It was then that my passion for this tale began.

The most powerful moment was when I learned that the little Dutch girl who wore the coat and the soldier who gave it to her were not only still alive in 2004, but married to each other! I knew I had an epic by the tail! I had to find out more.

I contacted Bob and Sue Elliott - the Canadian soldier and the Dutch girl - who were at that time living in the Netherlands. The email address I'd been given for them failed, so snail mail was the only other choice. They replied to my letter and the journey to turn their story into a book began.

These were Sue's words: "I have no problem telling you what it was like growing up under Nazi rule, but good luck when you get to Bob!”

She was right. Bob, like many veterans, preferred not to talk about the horrors of war; the recollections opened old wounds long forgotten.

Bob and Sue and I met face-to-face at the Royal Canadian Legion hall in Olds, Alberta in October 2005 to discuss the procedure for writing this book. It was a truly amazing day. Just talking to these two wonderful people who had endured so much was an awe-inspiring experience for me.

 
Bob and Sue (Sussie) Elliott in 2005 with Sue's little coat on display at the Royal Canadian Legion in Olds, Alberta, Canada.

I knew I had not collected all the information I needed that day. The journey I had chosen was both humbling and difficult. I was dealing with 65-year-old memories! A good example of this was the day before my publisher, Deana Driver, was to send the manuscript off to print, Sue told me of the German soldier who visited with her family frequently. This information had to be included in the book as it showed how not all German people were evil.

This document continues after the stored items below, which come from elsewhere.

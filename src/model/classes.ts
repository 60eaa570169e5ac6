// The classes in one list, and of which sex each is where both are followed.
import type { Finding } from '../spec/finding.ts';
import type { Spec } from '../spec/schema/spec.ts';
import type { Context } from './context.ts';
import type { Sex } from './model.ts';

export interface ResolvedClasses {
  readonly classes: readonly string[];
  readonly sexes: readonly Sex[] | null;
}

export function resolveClasses(spec: Spec, findings: Finding[]): ResolvedClasses {
  if (!('females' in spec.classes)) return { classes: spec.classes, sexes: null };
  const { females, males } = spec.classes;
  males.forEach((name, i) => {
    if (!females.includes(name)) return;
    tell(
      findings,
      ['classes', 'males', i],
      `\`${name}\` is a class of both sexes`,
      'a name of its own for every class',
    );
  });
  if (spec.counts !== 'both sexes') {
    tell(
      findings,
      ['counts'],
      'Classes are given for both sexes, but only females are counted',
      '`counts: both sexes`',
    );
  }
  return {
    classes: [...females, ...males],
    sexes: [...females.map((): Sex => 'female'), ...males.map((): Sex => 'male')],
  };
}

function tell(findings: Finding[], path: Finding['path'], message: string, expected: string): void {
  findings.push({ severity: 'error', code: 'sexes-shape', message, path, details: { expected } });
}

/** The last class of each sex, or of all where the sexes are not told apart. */
export function oldestClasses({ classes, sexes }: Pick<Context, 'classes' | 'sexes'>): readonly number[] {
  const last = classes.length - 1;
  return sexes === null ? [last] : [sexes.lastIndexOf('female'), last];
}

/** Whether the oldest of the sex of a class leave the model at ageing; undefined where it is not said. */
export function oldestLeave({ spec, sexes }: Context, c: number): boolean | undefined {
  const { oldest } = spec;
  if (oldest === undefined) return undefined;
  if (typeof oldest !== 'object') return oldest === 'terminal';
  return (sexes?.[c] === 'male' ? oldest.males : oldest.females) === 'terminal';
}
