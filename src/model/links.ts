// Links: pairs of patches whose way has a distance of its own, a crossing that kills, or a barrier that turns animals back.
import type { SpecPath } from '../spec/document.ts';
import type { DispersalSpec } from '../spec/schema/spec.ts';
import { fail, patchIndex, type Context } from './context.ts';
import { positiveKm } from './kernel.ts';
import type { Link } from './model.ts';
import { withinBounds } from './rates.ts';

export function resolveLinks(context: Context, name: string, spec: DispersalSpec): readonly Link[] {
  const seen = new Set<string>();
  return (spec.links ?? []).flatMap((link, i) => {
    const path: SpecPath = [name, 'links', i];
    const ends = link.between.map((patch, k) => patchIndex(context, patch, [...path, 'between', k], 'value'));
    const [a = -1, b = -1] = ends.sort((p, q) => p - q);
    if (a < 0) return [];
    const pair = `${a} ${b}`;
    if (a === b || seen.has(pair)) {
      fail(context, 'dispersal-shape', [...path, 'between'], {
        message: a === b ? 'A link leads from a patch to itself' : 'Two links join the same two patches',
        details: { found: link.between.join(', '), expected: 'two different patches, each pair once' },
      });
    }
    seen.add(pair);
    const distance = (['distance', 'distance-times', 'distance-add'] as const).find((key) => link[key] !== undefined);
    if (distance !== undefined && spec.shares !== undefined) {
      fail(context, 'dispersal-shape', [...path, distance], {
        message: 'A table of shares uses no distance',
        part: 'key',
        details: { fix: 'Remove the distance: the shares already say how many go.' },
      });
    }
    const distanceKm = link.distance === undefined ? null : positiveKm(context, link.distance, [...path, 'distance']);
    const factors = distanceFactors(context, link, path);
    const share = (key: 'crossing-death' | 'turn-back') => shareOf(context, link[key], [...path, key]);
    return [
      {
        between: [a, b] as const,
        distanceKm,
        ...factors,
        crossingDeath: share('crossing-death'),
        turnBack: share('turn-back'),
      },
    ];
  });
}

type LinkSpec = NonNullable<DispersalSpec['links']>[number];

function distanceFactors(
  context: Context,
  link: LinkSpec,
  path: SpecPath,
): Pick<Link, 'distanceTimes' | 'distanceAddKm'> {
  const { 'distance-times': times, 'distance-add': add } = link;
  const year = context.time.firstYear;
  const [timesPath, addPath] = [
    [...path, 'distance-times'],
    [...path, 'distance-add'],
  ];
  const bounded = (expression: number | string, at: SpecPath, value: number): number => {
    const told = { expression, path: at, what: 'factor of the distance' };
    withinBounds(context, told, { value, bounds: 'from zero', patch: undefined });
    return value;
  };
  return {
    ...(times === undefined
      ? {}
      : { distanceTimes: bounded(times, timesPath, context.numbers.value(times, timesPath, { year })) }),
    ...(add === undefined ? {} : { distanceAddKm: context.numbers.value(add, addPath, { year, dimension: 'length' }) }),
  };
}

function shareOf(context: Context, expression: number | string | undefined, path: SpecPath): number {
  if (expression === undefined) return 0;
  const value = context.numbers.value(expression, path, { year: context.time.firstYear });
  const what = path.at(-1) === 'turn-back' ? 'share that turns back' : 'share that dies at the crossing';
  withinBounds(context, { expression, path, what }, { value, bounds: 'share', patch: undefined });
  return value;
}
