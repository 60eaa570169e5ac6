// Patches in the order of their names, in kilometres and square kilometres, with their attributes for expressions.
import { readMeasure, readQuantity } from '../spec/quantity.ts';
import type { Finding } from '../spec/finding.ts';
import type { InlinePatchSpec, Spec } from '../spec/schema/spec.ts';
import { onEllipsoid, onPlane, type Ground } from './geography.ts';
import type { Patch } from './model.ts';
import type { Attribute, Attributes } from './definitions.ts';
import type { Numbers } from './numbers.ts';
import { readOutline } from './outline.ts';
import { areDegrees, readPosition, warnOfDegrees, type Places } from './position.ts';

export interface ResolvedPatches {
  /** Without numbers that are expressions. */
  readonly patches: readonly Patch[];
  /** By patch, in the same order. */
  readonly attributes: readonly Attributes[];
}

/** What the area of the outline is called, where the area of a patch is written as an expression. */
export const measuredArea = 'measured_area';

/** Order of names by code units, the same on every machine. */
export function byName(a: { readonly name: string }, b: { readonly name: string }): number {
  return a.name < b.name ? -1 : a.name > b.name ? 1 : 0;
}

export function resolvePatches(spec: Spec, findings: Finding[]): ResolvedPatches {
  refuseRepeats(spec, findings);
  const written = spec.patches.map((inline, fileOrder) => ({ inline, fileOrder, name: inline.name })).sort(firstToLast);
  const grounds = groundsOf(spec, written, findings);
  const both = written.map((one, p) => resolvePatch(one, { ground: grounds[p] ?? nowhere, findings }));
  return { patches: both.map((one) => one.patch), attributes: both.map((one) => one.attributes) };
}

/** Patches that come later stand after all others, so that they move nobody's luck. */
function firstToLast(a: Written & { readonly name: string }, b: Written & { readonly name: string }): number {
  const later = ({ inline }: Written): number => (inline.exists?.from === undefined ? 0 : 1);
  return later(a) - later(b) || byName(a, b);
}

/** Areas and capacities that are expressions, as they are in the first year. */
export function withFirstNumbers(
  { patches, attributes }: ResolvedPatches,
  numbers: Numbers,
  { firstYear, findings }: { readonly firstYear: number; readonly findings: Finding[] },
): readonly Patch[] {
  return patches.map((patch, p) => {
    const own = attributes[p] ?? new Map<string, Attribute>();
    const first = (name: 'area' | 'capacity', known: number | null): number | null => {
      const written = own.get(name);
      if (typeof written !== 'object') return known;
      numbers.varies(written.expression, written.path, written.dimension);
      const where = { year: firstYear, attributes: own, patch: patch.name, dimension: written.dimension };
      return numbers.value(written.expression, written.path, where);
    };
    const areaKm2 = first('area', patch.areaKm2);
    if (areaKm2 !== null && areaKm2 <= 0) findings.push(noArea(patch.fileOrder, `${areaKm2} km2`));
    return { ...patch, areaKm2, capacity: first('capacity', patch.capacity) };
  });
}

interface Written {
  readonly inline: InlinePatchSpec;
  readonly fileOrder: number;
}

const nowhere: Ground = { at: null, areaKm2: null };

/** Where each patch lies; nowhere for those that do not say. */
function groundsOf(spec: Spec, written: readonly Written[], findings: Finding[]): readonly Ground[] {
  if (!written.some(({ inline }) => inline.at !== undefined || inline.outline !== undefined)) return [];
  const position = readPosition(spec, findings);
  if (position === null) return [];
  const places = written.flatMap((one) => placesOf(one));
  if (position.on === 'plane') warnOfDegrees(places, findings);
  else if (!places.map((one) => areDegrees(one, findings)).every((fine) => fine)) return [];
  const located = written.map(({ inline, fileOrder }) => ({
    at: inline.at ?? null,
    outline:
      inline.outline === undefined
        ? null
        : readOutline(inline.outline, { name: inline.name, path: ['patches', fileOrder, 'outline'], findings }),
  }));
  return position.on === 'plane' ? located.map((one) => onPlane(one, position.unitKm)) : onEllipsoid(located);
}

function placesOf({ inline, fileOrder }: Written): readonly Places[] {
  const { name, at, outline } = inline;
  const path = ['patches', fileOrder];
  return [
    ...(at === undefined ? [] : [{ name, points: [at], path: [...path, 'at'] }]),
    ...(outline === undefined ? [] : [{ name, points: outline.flat(2), path: [...path, 'outline'] }]),
  ];
}

interface PatchContext {
  readonly ground: Ground;
  readonly findings: Finding[];
}

function resolvePatch({ inline, fileOrder }: Written, { ground, findings }: PatchContext) {
  const { name, area, capacity } = inline;
  const given = area === undefined ? null : areaOf(area, { i: fileOrder, findings });
  const { areaKm2: measured, ...places } = ground;
  if (typeof given === 'number' && measured !== null) warnOfArea({ name, given, measured, fileOrder }, findings);
  // Written as an expression it may rest on the measured area itself; else what is measured is right.
  const areaKm2 = given !== null && typeof given === 'object' ? given : (measured ?? given);
  const patch: Patch = {
    name,
    ...places,
    areaKm2: typeof areaKm2 === 'number' ? areaKm2 : null,
    capacity: typeof capacity === 'number' ? capacity : null,
    fileOrder,
    ...(inline.exists === undefined ? {} : { exists: inline.exists }),
  };
  const attributes = new Map<string, Attribute>();
  if (areaKm2 !== null) attributes.set('area', areaKm2);
  if (areaKm2 !== null && typeof areaKm2 === 'object' && measured !== null) attributes.set(measuredArea, measured);
  for (const [key, value] of Object.entries(inline)) {
    if (key === 'name' || key === 'area') continue;
    if (typeof value === 'number') attributes.set(key, value);
    if (typeof value === 'string') {
      attributes.set(key, { expression: value, path: ['patches', fileOrder, key], dimension: 'share' });
    }
  }
  return { patch, attributes };
}

interface TwoAreas {
  readonly name: string;
  readonly given: number;
  readonly measured: number;
  readonly fileOrder: number;
}

/** An area that stands in a table is often in another unit than its author thinks. */
function warnOfArea({ name, given, measured, fileOrder }: TwoAreas, findings: Finding[]): void {
  if (Math.abs(given - measured) <= 0.02 * measured) return;
  findings.push({
    severity: 'warning',
    code: 'area-differs',
    message: `The area of ${name} is not that of its outline, which is used`,
    path: ['patches', fileOrder, 'area'],
    details: {
      found: `${String(given)} km2`,
      expected: `${String(measured)} km2, as measured from the outline`,
      fix: 'Write the unit, such as `140 ha`, or give an area that means something else a name of its own.',
      reason: 'A bare number is in km2; tables often hold m2 or ha.',
    },
  });
}

function areaOf(
  area: number | string,
  { i, findings }: { readonly i: number; readonly findings: Finding[] },
): Exclude<Attribute, string> | null {
  const read = readQuantity(area, 'area');
  if (typeof area === 'string' && !read.ok && readMeasure(area, 'area').ok) {
    return { expression: area, path: ['patches', i, 'area'], dimension: 'area' };
  }
  if (read.ok && read.value > 0) return read.value;
  if (read.ok) findings.push(noArea(i, String(area)));
  else {
    const { code, message, span, ...details } = read.error;
    findings.push({ severity: 'error', path: ['patches', i, 'area'], code, message, span, details });
  }
  return null;
}

function noArea(fileOrder: number, found: string): Finding {
  return {
    severity: 'error',
    code: 'out-of-range',
    message: 'A patch has an area above zero',
    path: ['patches', fileOrder, 'area'],
    details: { found, expected: 'such as `140 ha`' },
  };
}

function refuseRepeats(spec: Spec, findings: Finding[]): void {
  const seen = new Map<string, number>();
  spec.patches.forEach(({ name }, i) => {
    const first = seen.get(name);
    if (first === undefined) seen.set(name, i);
    else {
      findings.push({
        severity: 'error',
        code: 'repeated-patch',
        message: `Two patches are called \`${name}\``,
        path: ['patches', i, 'name'],
        details: { found: name, expected: 'a name of its own for every patch' },
      });
    }
  });
}
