// Dispersal kernels in the plane (Nathan et al. 2012; the 2Dt after Clark et al. 1999). k(r) is the density of arrivals per km² at
// distance r, with ∫ 2πr k(r) dr = 1; it is not the density of distances, 2πr k(r).
import { logGamma, upperGammaShare } from '../machine/gamma.ts';
import { exp, log, pow } from '../machine/pinned.ts';

export type KernelShape = 'exponential' | 'gaussian' | '2Dt' | 'exponential power';

export interface DispersalKernel {
  readonly shape: KernelShape;
  /** a. */
  readonly scaleKm: number;
  /** b of the 2Dt, c of the exponential power; 1 for the others, which need none. */
  readonly shapeNumber: number;
  /** Nobody goes further; null for no end. The formulas below are those of the whole kernel. */
  readonly reachKm: number | null;
}

/** Mean distance moved of a kernel with scale 1: 2, √π/2, (√π/2) Γ(b − 3/2)/Γ(b − 1) for b > 3/2, or Γ(3/c)/Γ(2/c). */
export function meanOverScale(shape: KernelShape, shapeNumber: number): number {
  switch (shape) {
    case 'exponential':
      return 2;
    case 'gaussian':
      return Math.sqrt(Math.PI) / 2;
    case '2Dt':
      if (shapeNumber <= 1.5) return Infinity;
      return (Math.sqrt(Math.PI) / 2) * exp(logGamma(shapeNumber - 1.5) - logGamma(shapeNumber - 1));
    case 'exponential power':
      return exp(logGamma(3 / shapeNumber) - logGamma(2 / shapeNumber));
  }
}

/** k(km) / k(nearKm), without loss where both are tiny. */
export function weightRatio(kernel: DispersalKernel, km: number, nearKm: number): number {
  if (kernel.shape === 'exponential') return exp(-(km - nearKm) / kernel.scaleKm);
  return exp(logFall(kernel, km) - logFall(kernel, nearKm));
}

/** k(km) per km². */
export function densityPerKm2(kernel: DispersalKernel, km: number): number {
  const { shape, scaleKm: a, shapeNumber } = kernel;
  switch (shape) {
    case 'exponential':
      return exp(-km / a) / (2 * Math.PI * a * a);
    case 'gaussian':
      return exp(logFall(kernel, km)) / (Math.PI * a * a);
    case '2Dt':
      return ((shapeNumber - 1) * exp(logFall(kernel, km))) / (Math.PI * a * a);
    case 'exponential power': {
      const whole = (2 * Math.PI * a * a * exp(logGamma(2 / shapeNumber))) / shapeNumber;
      return exp(logFall(kernel, km)) / whole;
    }
  }
}

/** ln k(km) − ln k(0). */
function logFall({ shape, scaleKm, shapeNumber }: DispersalKernel, km: number): number {
  const r = km / scaleKm;
  switch (shape) {
    case 'exponential':
      return -r;
    case 'gaussian':
      return -r * r;
    case '2Dt':
      return -shapeNumber * log(1 + r * r);
    case 'exponential power':
      return -pow(r, shapeNumber);
  }
}

/** Chance that a way is longer than this. */
export function shareBeyond({ shape, scaleKm, shapeNumber }: DispersalKernel, km: number): number {
  const r = km / scaleKm;
  switch (shape) {
    case 'exponential':
      return (1 + r) * exp(-r);
    case 'gaussian':
      return exp(-r * r);
    case '2Dt':
      return exp((1 - shapeNumber) * log(1 + r * r));
    case 'exponential power':
      return upperGammaShare(2 / shapeNumber, pow(r, shapeNumber));
  }
}
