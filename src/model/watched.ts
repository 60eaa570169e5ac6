// What is counted in every run to be compared with counts of the past: the classes that those hold, in their patches.
import type { Model } from './model.ts';

export interface WatchedCount {
  /** Index of the patch; null for all counted patches together. */
  readonly patch: number | null;
  /** 1 for each patch that counts. */
  readonly patches: Uint8Array;
  /** By class. */
  readonly weights: Float64Array;
}

/** All together first, then each in the order of the patches; none where nothing was counted. */
export function watchedCounts({ observed, patches }: Pick<Model, 'observed' | 'patches'>): readonly WatchedCount[] {
  if (observed === undefined) return [];
  const counted = [...new Set(observed.counts.map(({ patch }) => patch))].sort((a, b) => a - b);
  const weights = Float64Array.from(observed.of);
  const maskOf = (chosen: readonly number[]): Uint8Array =>
    Uint8Array.from(patches, (_, p) => (chosen.includes(p) ? 1 : 0));
  if (counted.length === 0) return [];
  return [
    { patch: null, patches: maskOf(counted), weights },
    ...counted.map((patch) => ({ patch, patches: maskOf([patch]), weights })),
  ];
}
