// Set-up on a fresh machine: the packages of the lock file, and a browser for the tests of the page.
import { spawnSync } from 'node:child_process';
import { copyFileSync, existsSync, lstatSync, mkdirSync, readFileSync } from 'node:fs';
import { delimiter, join } from 'node:path';
import { fileURLToPath } from 'node:url';

export const root = fileURLToPath(new URL('..', import.meta.url));

/** Runs a command in the project's folder and ends this program where it fails. */
export function run(command, words, options = {}) {
  const done = spawnSync(command, words, { cwd: root, stdio: 'inherit', ...options });
  if (done.status !== 0) process.exit(done.status ?? 1);
  return done;
}

/** Installs what the lock file names, unless exactly that is installed already, or packages are linked from another folder. */
export function installPackages() {
  const folder = join(root, 'node_modules');
  const [lock, mark] = [join(root, 'package-lock.json'), join(folder, '.skein-lock.json')];
  // Installing through a link would empty the folder of another copy.
  if (lstatSync(folder, { throwIfNoEntry: false })?.isSymbolicLink()) return;
  if (existsSync(mark) && readFileSync(mark, 'utf8') === readFileSync(lock, 'utf8')) return;
  console.error('Installing the packages of package-lock.json ...');
  run(process.platform === 'win32' ? 'npm.cmd' : 'npm', ['ci', '--no-audit', '--no-fund', '--loglevel=error'], {
    shell: process.platform === 'win32',
    stdio: ['ignore', 'ignore', 'inherit'],
  });
  mkdirSync(folder, { recursive: true });
  copyFileSync(lock, mark);
}

export function build() {
  run(process.execPath, ['bin/build.mjs']);
}

const browserNames = ['chromium', 'chromium-browser', 'google-chrome', 'google-chrome-stable'];

/** Path of a Chromium: named by CHROMIUM, on the PATH, or installed from Debian's packages; else ends with what to do. */
export function findOrInstallBrowser() {
  const found = findBrowser();
  if (found !== null) return found;
  if (existsSync('/usr/bin/apt-get') && process.getuid?.() === 0) {
    console.error('Installing the package chromium for the tests of the page ...');
    const quiet = {
      stdio: ['ignore', 'ignore', 'inherit'],
      env: { ...process.env, DEBIAN_FRONTEND: 'noninteractive' },
    };
    spawnSync('apt-get', ['update', '-qq'], quiet);
    spawnSync('apt-get', ['install', '-y', '-qq', '--no-install-recommends', 'chromium'], quiet);
  }
  const installed = findBrowser();
  if (installed !== null) return installed;
  console.error(
    'The tests of the page need Chromium, and none was found.\n' +
      'Install it (on Debian or Ubuntu: `sudo apt-get install chromium`),\n' +
      'or name one: `CHROMIUM=/path/to/chromium npm test`.',
  );
  process.exit(1);
}

function findBrowser() {
  const named = process.env.CHROMIUM;
  if (named !== undefined && named !== '') return existsSync(named) ? named : null;
  for (const folder of (process.env.PATH ?? '').split(delimiter)) {
    for (const name of browserNames) if (existsSync(join(folder, name))) return join(folder, name);
  }
  return null;
}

At the close of our 2005 meeting, Sue asked me what she should do with her little coat. I said it should be in a museum, where it would inform future generations of the compassion and generosity Canadian soldiers had for the emaciated and spiritually worn-down peoples of the Netherlands. They contacted the Canadian War Museum, which promptly sent two representatives to the Olds Legion to carefully prepare this ancient garment for the long flight to Ottawa.

 
Alan J. Buick, author of the award-winning, Canadian best-selling book The Little Coat: The Bob and Sue Elliott Story, available from www.driverworks.ca
  
Prior to the official book launch, scheduled to take place at the Olds Legion on November 11, 2009, a pre-launch gathering was held at the Armoury Officers' Mess in Regina. As strange as it may sound and with fate in our corner, one of the officials from the Embassy of the Kingdom of the Netherlands happened to be present that night, Hans Moor. We gave him a copy of my book, The Little Coat: The Bob and Sue Elliott Story, and he read it on his flight back to Ottawa.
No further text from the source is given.